» **GOAL OF THE EXERCISE**: Among the entries below, which lines include the string "perturbed"? Show each one.

__________________________________________________

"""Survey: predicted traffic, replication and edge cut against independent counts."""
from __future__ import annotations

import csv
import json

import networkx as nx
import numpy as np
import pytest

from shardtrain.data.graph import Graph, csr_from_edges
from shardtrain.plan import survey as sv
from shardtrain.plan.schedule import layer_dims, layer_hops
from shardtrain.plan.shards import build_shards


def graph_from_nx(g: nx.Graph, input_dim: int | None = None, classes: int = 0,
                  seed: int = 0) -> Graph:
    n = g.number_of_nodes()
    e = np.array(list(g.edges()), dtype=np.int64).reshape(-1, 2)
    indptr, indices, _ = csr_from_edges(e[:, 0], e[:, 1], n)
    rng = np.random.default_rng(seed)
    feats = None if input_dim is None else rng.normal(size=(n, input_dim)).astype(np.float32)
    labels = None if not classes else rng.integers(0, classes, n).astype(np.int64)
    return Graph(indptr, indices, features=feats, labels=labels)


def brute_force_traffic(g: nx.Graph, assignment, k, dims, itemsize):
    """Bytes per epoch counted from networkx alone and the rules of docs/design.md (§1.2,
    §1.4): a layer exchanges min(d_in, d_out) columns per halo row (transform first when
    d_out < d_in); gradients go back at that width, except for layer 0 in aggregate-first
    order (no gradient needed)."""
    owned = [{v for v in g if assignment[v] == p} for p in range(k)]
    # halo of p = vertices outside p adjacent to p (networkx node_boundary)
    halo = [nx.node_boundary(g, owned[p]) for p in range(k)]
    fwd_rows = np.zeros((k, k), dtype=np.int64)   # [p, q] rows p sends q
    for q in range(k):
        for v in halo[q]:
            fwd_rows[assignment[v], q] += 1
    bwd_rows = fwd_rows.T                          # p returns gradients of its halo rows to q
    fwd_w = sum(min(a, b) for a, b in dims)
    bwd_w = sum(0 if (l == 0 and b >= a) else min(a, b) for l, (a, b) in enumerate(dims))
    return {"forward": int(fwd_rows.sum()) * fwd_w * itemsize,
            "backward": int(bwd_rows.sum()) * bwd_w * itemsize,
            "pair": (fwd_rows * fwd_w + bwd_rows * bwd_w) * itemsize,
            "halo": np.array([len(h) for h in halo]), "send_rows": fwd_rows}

__________________________________________________

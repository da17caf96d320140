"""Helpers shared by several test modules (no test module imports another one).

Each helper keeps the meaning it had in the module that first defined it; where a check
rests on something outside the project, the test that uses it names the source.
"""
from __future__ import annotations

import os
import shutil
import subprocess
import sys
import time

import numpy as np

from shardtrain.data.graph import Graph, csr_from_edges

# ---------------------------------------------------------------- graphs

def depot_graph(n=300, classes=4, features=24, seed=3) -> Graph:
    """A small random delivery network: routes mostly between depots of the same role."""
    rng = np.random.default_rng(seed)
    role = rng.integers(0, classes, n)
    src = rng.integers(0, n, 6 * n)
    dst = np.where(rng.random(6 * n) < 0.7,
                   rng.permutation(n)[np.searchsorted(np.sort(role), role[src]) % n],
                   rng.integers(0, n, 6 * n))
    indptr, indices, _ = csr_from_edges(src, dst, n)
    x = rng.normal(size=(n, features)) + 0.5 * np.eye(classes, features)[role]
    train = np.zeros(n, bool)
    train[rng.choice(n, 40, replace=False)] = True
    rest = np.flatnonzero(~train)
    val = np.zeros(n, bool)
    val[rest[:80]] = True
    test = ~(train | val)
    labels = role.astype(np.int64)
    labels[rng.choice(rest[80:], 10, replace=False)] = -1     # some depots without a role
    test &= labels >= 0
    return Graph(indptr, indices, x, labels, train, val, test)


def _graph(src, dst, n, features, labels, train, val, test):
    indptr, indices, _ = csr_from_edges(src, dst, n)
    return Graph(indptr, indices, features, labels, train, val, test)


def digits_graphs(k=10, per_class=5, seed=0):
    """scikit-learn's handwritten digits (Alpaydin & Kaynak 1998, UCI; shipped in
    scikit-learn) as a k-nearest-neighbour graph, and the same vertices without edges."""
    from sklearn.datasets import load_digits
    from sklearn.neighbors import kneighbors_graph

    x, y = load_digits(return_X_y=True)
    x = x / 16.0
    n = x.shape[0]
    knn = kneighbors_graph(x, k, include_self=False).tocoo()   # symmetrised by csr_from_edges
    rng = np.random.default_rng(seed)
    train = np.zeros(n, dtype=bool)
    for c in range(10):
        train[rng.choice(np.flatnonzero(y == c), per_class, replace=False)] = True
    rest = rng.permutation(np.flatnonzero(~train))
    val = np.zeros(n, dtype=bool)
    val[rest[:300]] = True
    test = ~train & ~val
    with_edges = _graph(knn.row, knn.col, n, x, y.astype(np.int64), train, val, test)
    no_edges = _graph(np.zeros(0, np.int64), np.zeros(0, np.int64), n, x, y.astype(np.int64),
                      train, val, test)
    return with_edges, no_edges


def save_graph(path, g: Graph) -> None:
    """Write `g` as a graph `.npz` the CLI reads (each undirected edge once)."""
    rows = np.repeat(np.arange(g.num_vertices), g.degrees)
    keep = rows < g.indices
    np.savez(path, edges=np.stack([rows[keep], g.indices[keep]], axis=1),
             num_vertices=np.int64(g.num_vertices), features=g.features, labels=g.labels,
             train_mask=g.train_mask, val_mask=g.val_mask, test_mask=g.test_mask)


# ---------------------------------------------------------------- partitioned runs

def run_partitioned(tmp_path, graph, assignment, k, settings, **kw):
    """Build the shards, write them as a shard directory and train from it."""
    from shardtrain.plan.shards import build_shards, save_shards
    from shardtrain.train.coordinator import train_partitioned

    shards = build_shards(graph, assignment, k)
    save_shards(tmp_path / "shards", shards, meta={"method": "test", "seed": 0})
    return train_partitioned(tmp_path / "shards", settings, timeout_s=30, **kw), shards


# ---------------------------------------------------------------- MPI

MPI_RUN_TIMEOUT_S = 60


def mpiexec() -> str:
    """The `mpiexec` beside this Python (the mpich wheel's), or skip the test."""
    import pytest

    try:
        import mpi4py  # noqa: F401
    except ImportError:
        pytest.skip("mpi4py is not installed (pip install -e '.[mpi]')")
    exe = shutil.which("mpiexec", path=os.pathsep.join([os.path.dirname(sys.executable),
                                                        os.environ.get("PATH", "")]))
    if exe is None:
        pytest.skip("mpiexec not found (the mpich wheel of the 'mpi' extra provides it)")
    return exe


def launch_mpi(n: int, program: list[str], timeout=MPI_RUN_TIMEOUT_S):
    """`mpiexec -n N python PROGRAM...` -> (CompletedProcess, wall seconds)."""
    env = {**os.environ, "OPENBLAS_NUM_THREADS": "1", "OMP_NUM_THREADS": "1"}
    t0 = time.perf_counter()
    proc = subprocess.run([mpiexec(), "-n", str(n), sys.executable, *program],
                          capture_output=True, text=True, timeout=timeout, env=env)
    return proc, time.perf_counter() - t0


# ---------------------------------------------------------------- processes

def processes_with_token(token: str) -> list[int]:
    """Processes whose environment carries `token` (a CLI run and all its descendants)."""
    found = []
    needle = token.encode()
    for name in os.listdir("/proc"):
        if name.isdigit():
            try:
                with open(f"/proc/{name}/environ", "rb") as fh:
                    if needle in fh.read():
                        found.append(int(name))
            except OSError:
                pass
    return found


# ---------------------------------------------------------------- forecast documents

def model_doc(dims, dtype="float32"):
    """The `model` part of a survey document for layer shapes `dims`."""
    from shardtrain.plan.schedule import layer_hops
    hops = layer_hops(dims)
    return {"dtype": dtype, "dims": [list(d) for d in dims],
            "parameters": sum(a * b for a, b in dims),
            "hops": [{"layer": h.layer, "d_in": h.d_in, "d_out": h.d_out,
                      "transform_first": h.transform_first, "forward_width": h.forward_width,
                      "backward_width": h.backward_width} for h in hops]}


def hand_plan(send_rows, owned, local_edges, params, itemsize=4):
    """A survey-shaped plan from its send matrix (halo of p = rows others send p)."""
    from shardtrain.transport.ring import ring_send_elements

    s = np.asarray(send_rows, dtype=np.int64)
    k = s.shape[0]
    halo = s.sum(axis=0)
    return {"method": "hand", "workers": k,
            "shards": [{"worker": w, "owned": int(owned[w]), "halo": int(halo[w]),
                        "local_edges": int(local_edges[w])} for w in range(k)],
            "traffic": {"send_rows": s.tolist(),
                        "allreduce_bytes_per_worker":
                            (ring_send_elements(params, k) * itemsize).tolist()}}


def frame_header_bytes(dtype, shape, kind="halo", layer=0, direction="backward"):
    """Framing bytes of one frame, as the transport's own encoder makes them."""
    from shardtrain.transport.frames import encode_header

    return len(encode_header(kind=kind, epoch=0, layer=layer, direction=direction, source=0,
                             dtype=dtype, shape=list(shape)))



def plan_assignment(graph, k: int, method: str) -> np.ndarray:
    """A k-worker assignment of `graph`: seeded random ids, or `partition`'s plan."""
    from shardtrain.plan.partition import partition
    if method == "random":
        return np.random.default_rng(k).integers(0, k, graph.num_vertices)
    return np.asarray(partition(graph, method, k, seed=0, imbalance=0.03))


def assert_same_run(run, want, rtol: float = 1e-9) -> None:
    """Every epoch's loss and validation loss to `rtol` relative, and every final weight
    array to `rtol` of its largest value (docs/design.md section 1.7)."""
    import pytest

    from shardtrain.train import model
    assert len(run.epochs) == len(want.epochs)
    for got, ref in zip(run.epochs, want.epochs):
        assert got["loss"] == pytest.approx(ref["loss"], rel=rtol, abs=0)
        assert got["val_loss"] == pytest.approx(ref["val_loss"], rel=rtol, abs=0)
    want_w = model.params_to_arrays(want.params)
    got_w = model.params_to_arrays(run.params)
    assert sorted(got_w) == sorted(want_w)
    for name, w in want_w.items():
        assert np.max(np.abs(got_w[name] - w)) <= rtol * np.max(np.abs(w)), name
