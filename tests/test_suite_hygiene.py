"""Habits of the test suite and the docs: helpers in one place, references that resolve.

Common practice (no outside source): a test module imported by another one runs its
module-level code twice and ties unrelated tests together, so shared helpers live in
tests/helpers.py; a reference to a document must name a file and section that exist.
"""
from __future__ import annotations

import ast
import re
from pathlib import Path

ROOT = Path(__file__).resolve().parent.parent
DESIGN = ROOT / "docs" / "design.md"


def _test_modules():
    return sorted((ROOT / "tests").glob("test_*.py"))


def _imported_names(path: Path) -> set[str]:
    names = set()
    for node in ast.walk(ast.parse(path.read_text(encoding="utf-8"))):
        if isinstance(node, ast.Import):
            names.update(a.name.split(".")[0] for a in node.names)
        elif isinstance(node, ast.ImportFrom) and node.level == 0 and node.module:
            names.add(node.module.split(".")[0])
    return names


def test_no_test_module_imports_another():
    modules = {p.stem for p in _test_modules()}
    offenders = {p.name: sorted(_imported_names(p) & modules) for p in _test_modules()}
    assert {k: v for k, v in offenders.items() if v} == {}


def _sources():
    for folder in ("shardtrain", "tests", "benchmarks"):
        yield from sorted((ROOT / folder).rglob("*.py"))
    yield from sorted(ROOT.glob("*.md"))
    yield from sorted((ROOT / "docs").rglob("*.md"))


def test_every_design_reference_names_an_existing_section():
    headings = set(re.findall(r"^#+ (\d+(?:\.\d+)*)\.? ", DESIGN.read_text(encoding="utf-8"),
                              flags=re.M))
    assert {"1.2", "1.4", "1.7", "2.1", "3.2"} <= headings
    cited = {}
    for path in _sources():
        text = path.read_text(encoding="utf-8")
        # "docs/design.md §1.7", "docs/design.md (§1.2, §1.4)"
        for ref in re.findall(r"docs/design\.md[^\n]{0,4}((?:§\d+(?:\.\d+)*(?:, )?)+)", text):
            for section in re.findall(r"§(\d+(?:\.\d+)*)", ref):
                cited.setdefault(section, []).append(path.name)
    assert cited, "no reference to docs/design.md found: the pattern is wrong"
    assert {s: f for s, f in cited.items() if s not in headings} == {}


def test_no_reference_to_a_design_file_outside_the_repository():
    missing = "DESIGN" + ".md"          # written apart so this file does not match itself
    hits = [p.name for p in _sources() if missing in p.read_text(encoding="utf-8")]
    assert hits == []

__________________________________________________

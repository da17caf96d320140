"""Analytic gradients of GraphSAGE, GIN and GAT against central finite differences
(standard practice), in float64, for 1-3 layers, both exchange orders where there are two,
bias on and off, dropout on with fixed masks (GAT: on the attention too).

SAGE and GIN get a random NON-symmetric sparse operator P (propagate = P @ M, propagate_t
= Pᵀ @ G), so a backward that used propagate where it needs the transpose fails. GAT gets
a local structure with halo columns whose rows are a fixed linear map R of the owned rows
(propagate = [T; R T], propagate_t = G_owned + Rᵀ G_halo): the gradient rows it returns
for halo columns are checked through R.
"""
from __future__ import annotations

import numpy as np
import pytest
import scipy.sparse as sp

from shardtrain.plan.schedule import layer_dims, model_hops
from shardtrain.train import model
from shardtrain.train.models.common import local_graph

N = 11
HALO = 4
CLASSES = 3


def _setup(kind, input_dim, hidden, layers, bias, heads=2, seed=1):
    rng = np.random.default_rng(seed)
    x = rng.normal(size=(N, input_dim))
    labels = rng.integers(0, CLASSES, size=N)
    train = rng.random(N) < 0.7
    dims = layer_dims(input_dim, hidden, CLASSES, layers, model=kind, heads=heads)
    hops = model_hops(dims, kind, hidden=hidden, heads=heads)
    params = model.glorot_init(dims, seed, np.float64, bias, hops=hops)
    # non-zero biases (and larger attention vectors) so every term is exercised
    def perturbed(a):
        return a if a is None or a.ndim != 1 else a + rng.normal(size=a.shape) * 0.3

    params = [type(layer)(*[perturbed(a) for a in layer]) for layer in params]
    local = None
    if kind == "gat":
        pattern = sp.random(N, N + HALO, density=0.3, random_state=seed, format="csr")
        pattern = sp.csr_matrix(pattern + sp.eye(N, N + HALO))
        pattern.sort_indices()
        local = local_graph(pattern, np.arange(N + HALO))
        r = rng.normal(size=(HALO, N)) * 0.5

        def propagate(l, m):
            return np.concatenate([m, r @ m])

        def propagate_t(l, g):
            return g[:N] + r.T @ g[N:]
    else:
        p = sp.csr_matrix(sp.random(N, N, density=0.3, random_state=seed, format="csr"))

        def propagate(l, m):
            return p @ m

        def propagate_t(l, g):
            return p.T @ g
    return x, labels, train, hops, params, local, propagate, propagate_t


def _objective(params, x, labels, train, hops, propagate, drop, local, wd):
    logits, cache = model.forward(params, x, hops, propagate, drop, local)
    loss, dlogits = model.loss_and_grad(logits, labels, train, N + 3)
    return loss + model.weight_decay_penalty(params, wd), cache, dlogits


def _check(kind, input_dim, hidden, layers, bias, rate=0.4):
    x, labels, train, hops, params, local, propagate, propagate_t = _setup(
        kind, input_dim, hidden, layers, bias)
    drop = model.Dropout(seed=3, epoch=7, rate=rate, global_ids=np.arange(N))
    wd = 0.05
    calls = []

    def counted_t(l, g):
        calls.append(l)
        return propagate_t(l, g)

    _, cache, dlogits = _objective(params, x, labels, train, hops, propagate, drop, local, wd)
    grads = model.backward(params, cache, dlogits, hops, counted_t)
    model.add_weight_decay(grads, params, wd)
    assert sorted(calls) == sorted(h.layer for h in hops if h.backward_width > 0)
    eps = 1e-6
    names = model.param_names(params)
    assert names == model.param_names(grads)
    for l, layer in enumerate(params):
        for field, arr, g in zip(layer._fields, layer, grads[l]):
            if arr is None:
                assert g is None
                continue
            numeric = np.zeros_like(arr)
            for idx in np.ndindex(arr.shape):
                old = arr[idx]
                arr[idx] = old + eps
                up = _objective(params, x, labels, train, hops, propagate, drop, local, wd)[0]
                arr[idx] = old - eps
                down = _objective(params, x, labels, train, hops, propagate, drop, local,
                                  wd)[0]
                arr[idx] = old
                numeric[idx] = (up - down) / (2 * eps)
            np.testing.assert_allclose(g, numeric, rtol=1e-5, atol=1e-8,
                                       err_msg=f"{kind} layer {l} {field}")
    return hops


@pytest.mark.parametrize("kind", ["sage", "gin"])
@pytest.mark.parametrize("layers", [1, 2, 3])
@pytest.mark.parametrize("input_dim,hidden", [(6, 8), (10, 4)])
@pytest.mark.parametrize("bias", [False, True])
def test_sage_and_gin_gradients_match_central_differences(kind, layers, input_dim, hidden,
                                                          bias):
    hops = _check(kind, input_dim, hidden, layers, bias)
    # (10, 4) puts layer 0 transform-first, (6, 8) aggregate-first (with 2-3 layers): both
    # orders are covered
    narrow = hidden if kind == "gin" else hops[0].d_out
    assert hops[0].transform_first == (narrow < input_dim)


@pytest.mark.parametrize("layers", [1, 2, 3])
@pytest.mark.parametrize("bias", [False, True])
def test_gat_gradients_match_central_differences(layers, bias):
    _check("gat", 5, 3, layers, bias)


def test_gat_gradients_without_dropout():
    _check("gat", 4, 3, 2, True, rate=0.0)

__________________________________________________

» **REPLY TO THE TASK**:
    def perturbed(a):
    params = [type(layer)(*[perturbed(a) for a in layer]) for layer in params]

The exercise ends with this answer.